◆ **TASK GOAL**
Lines below starting with the line with "activation crossing). All" and going on through the line with "n = np.asarray(v0).shape[0]" must be output exactly; the rest of the records must be left out.

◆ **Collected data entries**
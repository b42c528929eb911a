"""Action-potential duration, peak and rest, tracked by the kernel's probes step by step.

For the k-th activation of node i (the k-th upward crossing of the activation
threshold) the probe (:func:`cable.kernels.integrate.probe_nodes`, and the block-wise
pass of :mod:`cable.kernels.fused`) records

* the resting potential: the lowest potential since the previous beat repolarised
  (past its last level), i.e. the minimum before this upstroke;
* the peak: the highest potential since the activation (while the beat repolarises);
* for each level L, the first downward crossing of V_peak - L/100 (V_peak - V_rest)
  after the activation, interpolated linearly within the step.

APD_L = crossing time - activation time (common practice: APD measured from the
activation crossing). All of it is probed every time step, at the point of the
splitting where the activation times are probed, so that it does not depend on
``output.every`` (within rounding of the interpolation: within a step).
"""

from __future__ import annotations

import numpy as np


class ApdProbe:
    """The per-node arrays of the repolarisation probe of a strand.

    Parameters
    ----------
    v0 : ndarray (n,)
        Initial potential [mV].
    cap : int
        Crossings stored per node (the activation probe's).
    levels : sequence of float
        Repolarisation levels [%], in the order of the result's ``level`` axis.
    """

    def __init__(self, v0, cap: int, levels):
        n = np.asarray(v0).shape[0]
        self.levels = np.asarray(levels, dtype=np.float64)
        order = np.argsort(self.levels, kind="stable")    # highest potential first
        self.fracs = np.ascontiguousarray(self.levels[order] / 100.0)
        self.slot = np.ascontiguousarray(order.astype(np.int64))
        self.dlast = np.zeros(n)               # the last step's change of the potential (upstroke rate)
        self.vmin = np.array(v0, dtype=np.float64)
        self.vpeak = np.array(v0, dtype=np.float64)
        self.lin = np.zeros(n)                 # next level = lin * peak + off (-inf: none pending)
        self.off = np.full(n, -np.inf)
        self.vrest = np.array(v0, dtype=np.float64)
        self.pending = np.full(n, self.levels.size, dtype=np.int64)
        self.rest = np.full((n, cap), np.nan)
        self.peak = np.full((n, cap), np.nan)
        self.repol = np.full((n, cap, self.levels.size), np.nan)

    def args(self) -> tuple:
        """The tuple the time loop takes (its ``apd`` argument)."""
        return (self.dlast, self.fracs, self.slot, self.vmin, self.vpeak, self.lin, self.off, self.vrest, self.pending,
                self.rest, self.peak, self.repol)

    def finish(self, nact) -> None:
        """Store the peak of the beats still repolarising (their running peak)."""
        cap = self.peak.shape[1]
        nodes = np.flatnonzero((self.pending < self.levels.size) & (nact > 0) & (nact <= cap))
        self.peak[nodes, nact[nodes] - 1] = self.vpeak[nodes]


def no_probe(n: int, cap: int) -> tuple:
    """An ``apd`` argument that tracks no level (for loops whose APD nobody reads)."""
    return ApdProbe(np.zeros(n), cap, ()).args()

◆ **WRITTEN ANSWER**
activation crossing). All of it is probed every time step, at the point of the
splitting where the activation times are probed, so that it does not depend on
``output.every`` (within rounding of the interpolation: within a step).
"""

from __future__ import annotations

import numpy as np


class ApdProbe:
    """The per-node arrays of the repolarisation probe of a strand.

    Parameters
    ----------
    v0 : ndarray (n,)
        Initial potential [mV].
    cap : int
        Crossings stored per node (the activation probe's).
    levels : sequence of float
        Repolarisation levels [%], in the order of the result's ``level`` axis.
    """

    def __init__(self, v0, cap: int, levels):
        n = np.asarray(v0).shape[0]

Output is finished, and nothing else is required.